La famiglia ha sporto denuncia alla Procura di Napoli Nord. Esposto pesante contro la scuola. Il consiglio di classe ha imposto una regola draconiana: il padre del ragazzo, che faceva pure l’autista del bus, doveva pernottare con lui. Da solo. Lontano dal gruppo.
Il pullman parte, la quota è pagata. Ma il cuore della gita – le chiacchierate serali, i giochi con gli amici – svanisce per lui. Il padre, vincolato dai tempi di riposo per la sicurezza, non poteva far altro. Il ragazzo capisce tutto. Sente il peso dell’esclusione.
I genitori provano a mediare. Parlano con il referente per l’inclusione. Niente da fare. La dirigenza non molla. “È una situazione mortificante”, sbottano i genitori in una nota. “Nostro figlio si è sentito diverso ed escluso, nonostante la regolarità della sua posizione. È stata colpita l’autostima di un ragazzo che chiedeva solo di stare con i suoi compagni”.

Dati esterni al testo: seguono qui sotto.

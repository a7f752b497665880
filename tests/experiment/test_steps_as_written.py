"""What follows from the text of a step: orders, net numbers, partners, k forward and back."""

from __future__ import annotations

import math

import pytest
from laboratory import experiment, si, step

from meanfree.experiment.flows import Flow, flow_steps
from meanfree.experiment.mechanism import Bath, GivenEquilibrium, Uncertainty
from meanfree.experiment.rate_constants import (
    activation_energy_at,
    bath_concentration,
    encounter,
    order_of,
    own_diameter,
    rate_constant,
)
from meanfree.experiment.temperature import (
    Adiabatic,
    Exchange,
    Isothermal,
    Program,
    has_energy_balance,
    is_constant,
    known_range,
)
from meanfree.gases.gas import Gas
from meanfree.rates.arrhenius import Arrhenius
from meanfree.rates.collision import Collision
from meanfree.rates.falloff import Falloff
from meanfree.rates.limits import PowerLaw
from meanfree.rates.source import Source
from meanfree.rates.wall import Wall
from meanfree.sourced import Sourced

R = 8.314462618


def test_a_step_as_written():
    made = step("2 NO + O2 -> 2 NO2", 1.0)
    assert made.orders == {"NO": 2.0, "O2": 1.0}
    assert made.order == 3.0
    assert made.net == {"NO": -2.0, "O2": -1.0, "NO2": 2.0}
    assert made.change_of_moles == -1.0
    assert made.reverse_orders == {"NO2": 2.0}
    assert made.partners == ()
    assert made.reaction == "2 NO + O2 → 2 NO2"


def test_a_gas_on_both_sides_counts_in_the_order():
    made = step("H + H2 -> 3 H", 1.0)
    assert made.orders == {"H": 1.0, "H2": 1.0}
    assert made.net == {"H": 2.0, "H2": -1.0}
    assert made.reverse_orders == {"H": 3.0}
    assert made.partners == ("H", "H2")
    exchanged = step("A + E -> B + E", 1.0)
    assert exchanged.net == {"A": -1.0, "E": 0.0, "B": 1.0}
    assert exchanged.reverse_orders == {"E": 1.0, "B": 1.0}


def test_orders_of_its_own_are_no_encounter():
    made = step("2 A -> B", 1.0, stated_orders=(("A", 1.5),))
    assert made.order == 1.5
    assert made.partners == ()
    # a_i + nu_i: the reverse has half an order in A
    assert made.reverse_orders == {"A": -0.5, "B": 1.0}
    assert step("2 A -> B", 1.0).partners == ("A", "A")
    assert step("A -> B", 1.0).partners == ()


def test_the_step_as_text():
    given = GivenEquilibrium("Kc", si(1.0), si(300.0))
    assert step("A + M -> 1.5 B + M", 1.0).reaction == "A + M → 1.5 B + M"
    assert step("A -> B", 1.0, reverse=given).reaction == "A ⇌ B"
    assert step("-> B", 1.0).reaction == "→ B"


def test_a_bath_counts_each_gas_with_its_efficiency():
    """M = sum of the concentrations: 4 mol/m3 of A twice over, 6 of Ar at a half: 11."""
    bath = Bath({"A": 2.0}, others=0.5)
    made = step("A -> B", 1.0, bath=bath)
    assert bath_concentration(experiment([made], {"A": 4.0, "Ar": 6.0}), made) == pytest.approx(11)
    plain = step("A + M -> B + M", 1.0)
    assert bath_concentration(experiment([plain], {"A": 4.0, "Ar": 6.0}), plain) == pytest.approx(
        10
    )
    alone = step("A -> B", 1.0)
    assert bath_concentration(experiment([alone], {"A": 4.0}), alone) == 0.0
    assert Uncertainty(2.0).sigmas == 1.0


def test_a_bath_in_a_vessel_with_dead_space_is_at_the_common_pressure():
    """M is p/RT of the hot part, whatever the dead space holds."""
    made = step("A + M -> B + M", 1.0)
    case = experiment([made], {"A": 5e3}, kind="pressure", T=600.0, dead=(4e-4, 300.0))
    assert bath_concentration(case, made) == pytest.approx(5e3 / (R * 600.0), rel=1e-9)


def test_orders_of_k_count_a_bath_that_is_outside_the_law():
    assert order_of(step("A + M -> B + M", 1.0)) == 2.0
    assert order_of(step("A -> 2 B", 1.0)) == 1.0
    assert order_of(step("A -> 2 B", 1.0), back=True) == 2.0
    assert order_of(step("A + M -> 2 B + M", 1.0), back=True) == 3.0
    falloff = Falloff(PowerLaw(si(1.0)), PowerLaw(si(1.0)))
    assert order_of(step("A + M -> B + M", falloff)) == 1.0


def test_the_reverse_is_forward_over_the_equilibrium_constant():
    """A = 2 B with Kp = 3e4 Pa at 350 K, so Kc = Kp/RT, and k_rev = k_fwd/Kc."""
    given = GivenEquilibrium("Kp", si(3e4), si(350.0), si(50e3))
    made = step("A -> 2 B", Arrhenius(si(1e5), si(40e3)), reverse=given)
    case = experiment([made], {"A": 1.0})
    for T in (350.0, 420.0):
        k = 1e5 * math.exp(-40e3 / (R * T))
        Kc = 3e4 * math.exp(-50e3 / R * (1 / T - 1 / 350.0)) / (R * T)
        assert rate_constant(case, made)(T) == pytest.approx(k, rel=1e-8)
        assert rate_constant(case, made, back=True)(T) == pytest.approx(k / Kc, rel=1e-8)
    back = activation_energy_at(made, rate_constant(case, made, back=True), 350.0)
    # d ln(1/Kc)/d(1/T) adds -dH, and the RT of Kc = Kp/RT adds RT
    assert back == pytest.approx(40e3 - 50e3 + R * 350.0, rel=1e-8)
    assert activation_energy_at(made, rate_constant(case, made), 350.0) == pytest.approx(40e3)


def test_a_falloff_step_is_taken_at_its_own_pressure_and_bath():
    """Lindemann: k0 M kinf/(k0 M + kinf)."""
    made = step("A + M -> B + M", Falloff(PowerLaw(si(3.0)), PowerLaw(si(20.0))))
    case = experiment([made], {"A": 1.0, "Ar": 4.0})
    assert rate_constant(case, made)(300.0) == pytest.approx(15.0 * 20.0 / 35.0, rel=1e-12)


def test_no_activation_energy_where_k_does_not_say_how_it_changes():
    fixed = step("A -> B", 2.0)
    case = experiment([fixed], {"A": 1.0})
    assert activation_energy_at(fixed, rate_constant(case, fixed), 300.0) is None
    dead = step("A -> B", Arrhenius(si(0.0), si(40e3)))
    assert activation_energy_at(dead, rate_constant(case, dead), 300.0) is None


def test_who_meets_forwards_and_backwards():
    case = experiment([step("A + B -> 2 C", 1.0)], {"A": 1.0})

    def names(reaction, back):
        return tuple(gas.name for gas in encounter(case, step(reaction, 1.0), back))

    assert names("A + B -> 2 C", False) == ("A", "B")
    assert [gas.name for gas in encounter(case, case.steps[0])] == ["A", "B"]
    assert names("A + B -> 2 C", True) == ("C", "C")
    assert names("A -> B + C", False) == ()
    assert names("A -> B + C", True) == ("B", "C")
    assert names("A + B -> C", True) == ()
    halves = step("A -> 0.5 B + 1.5 C", 1.0)
    assert encounter(case, halves, back=True) == ()


def test_a_law_may_have_a_diameter_of_its_own():
    gases = [Gas.label(name) for name in "AB"]
    mass, size = Sourced(0.03), Sourced(4e-10)
    gases = [Gas(gas.name, molar_mass=mass, diameter=size) for gas in gases]
    made = step("2 A -> B", Collision(threshold=si(0.0), diameter=si(5e-10)))
    case = experiment([made], {"A": 1.0}, gases=gases)
    assert own_diameter(case, made) == 5e-10
    plain = step("2 A -> B", Collision(threshold=si(0.0)))
    assert own_diameter(case, plain) == pytest.approx(4e-10, rel=1e-12)
    assert own_diameter(case, step("2 A -> B", 1.0)) is None


def test_modes_of_temperature():
    ramp = Program(((si(0.0), si(300.0)), (si(60.0), si(450.0)), (si(90.0), si(400.0))))
    assert ramp.initial == 300.0
    assert ramp.breaks == (60.0, 90.0)
    assert known_range(ramp) == (300.0, 450.0)
    flat = Program(((si(0.0), si(300.0)), (si(60.0), si(300.0))))
    modes = [Isothermal(si(310.0)), Adiabatic(si(310.0)), Exchange(si(310.0), si(500.0), si(0.1))]
    assert [mode.initial for mode in modes] == [310.0] * 3
    assert [known_range(mode) for mode in modes] == [(310.0, 310.0)] * 3
    assert [is_constant(mode) for mode in (*modes, ramp, flat)] == [True, False, False, False, True]
    balanced = [has_energy_balance(mode) for mode in (*modes, ramp)]
    assert balanced == [False, True, True, False]
    assert experiment([], {}, temperature=ramp).constant_temperature is None
    assert experiment([], {}, T=345.0).constant_temperature == 345.0


def test_what_a_law_may_know_of_its_step():
    made = step("2 A + M -> B + M", 1.0)
    case = experiment([made], {"A": 1.0, "B": 3.0}, T=320.0)
    context = case.context(made)
    assert [gas.name for gas in context.partners] == ["A", "A"]
    assert [gas.name for gas in context.reactants] == ["A", "A"]
    assert (context.order, context.temperature, context.temperatures) == (2.0, 320.0, (320.0,) * 2)
    assert context.pressure == pytest.approx(4.0 * R * 320.0, rel=1e-9)
    assert context.bath == pytest.approx({"A": 0.25, "B": 0.75})
    assert context.surroundings is case.vessel
    assert context.gases == case.gas_named
    assert context.has_bath
    assert not case.context(step("A -> B", 1.0)).has_bath
    # 1.5 A is two molecules begun
    lumped = step("1.5 A -> B", 1.0, stated_orders=(("A", 1.0),))
    assert len(case.context(lumped).reactants) == 2


def test_flows_become_steps():
    gases = (Gas.label("A"), Gas.label("B"))
    pump = Flow("pumping", rate=si(0.1), source="s")
    dilution = Flow("dilution", rate=si(0.2), entering={"A": si(3.0), "Ar": si(1.0)})
    leak = Flow("leak-up", rise=si(5.0), entering={"Ar": si(2.0)}, source="blank")
    hole = Flow("effusion", hole=si(1e-8))
    made = flow_steps((pump, dilution, leak, hole), gases, 400.0)
    assert [one.name for one in made] == [
        "pumping 1 of A",
        "pumping 1 of B",
        "dilution 2 of A",
        "dilution 2 of B",
        "dilution 2",
        "leak-up 3",
        "effusion 4 of A",
        "effusion 4 of B",
    ]
    assert made[0].reactants == (("A", 1.0),)
    assert made[0].products == ()
    assert [one.law.numbers(None) for one in made[:5]] == [(0.1,)] * 2 + [(0.2,)] * 3
    # what enters takes the place of all that leaves: k times the sum of concentrations, as M
    assert (made[4].reactants, made[4].bath) == ((), Bath())
    assert made[4].products == (("A", 0.75), ("Ar", 0.25))
    # dp/dt = rise: dc/dt = rise/RT
    assert isinstance(made[5].law, Source)
    assert made[5].law.numbers(None)[0] == pytest.approx(5.0 / (R * 400.0), rel=1e-9)
    assert made[5].products == (("Ar", 1.0),)
    assert [made[5].source, made[0].source] == ["blank", "s"]
    law = made[6].law
    assert isinstance(law, Wall)
    assert (law.uptake.value, law.form, law.area) == (1.0, "uptake only", si(1e-8))
    case = experiment([], {"A": 1.0}, T=400.0)
    assert case.flow_steps == ()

Arriva il supporto dell’associazione “La Battaglia di Andrea”, paladini dei diritti dei disabili. L’avvocato Sergio Pisani non perde tempo. Segnalazioni al Ministero dell’Istruzione e al Merito, all’Ufficio Scolastico Regionale della Campania. Si chiede: discriminazione o necessità reale?
Le linee guida sull’inclusione scolastica sono chiare. Ma qui, tra le vie affollate di Afragola, la tensione sale. La Procura aprirà un fascicolo? La scuola replicherà? I genitori non si fermano. E la città osserva, in attesa.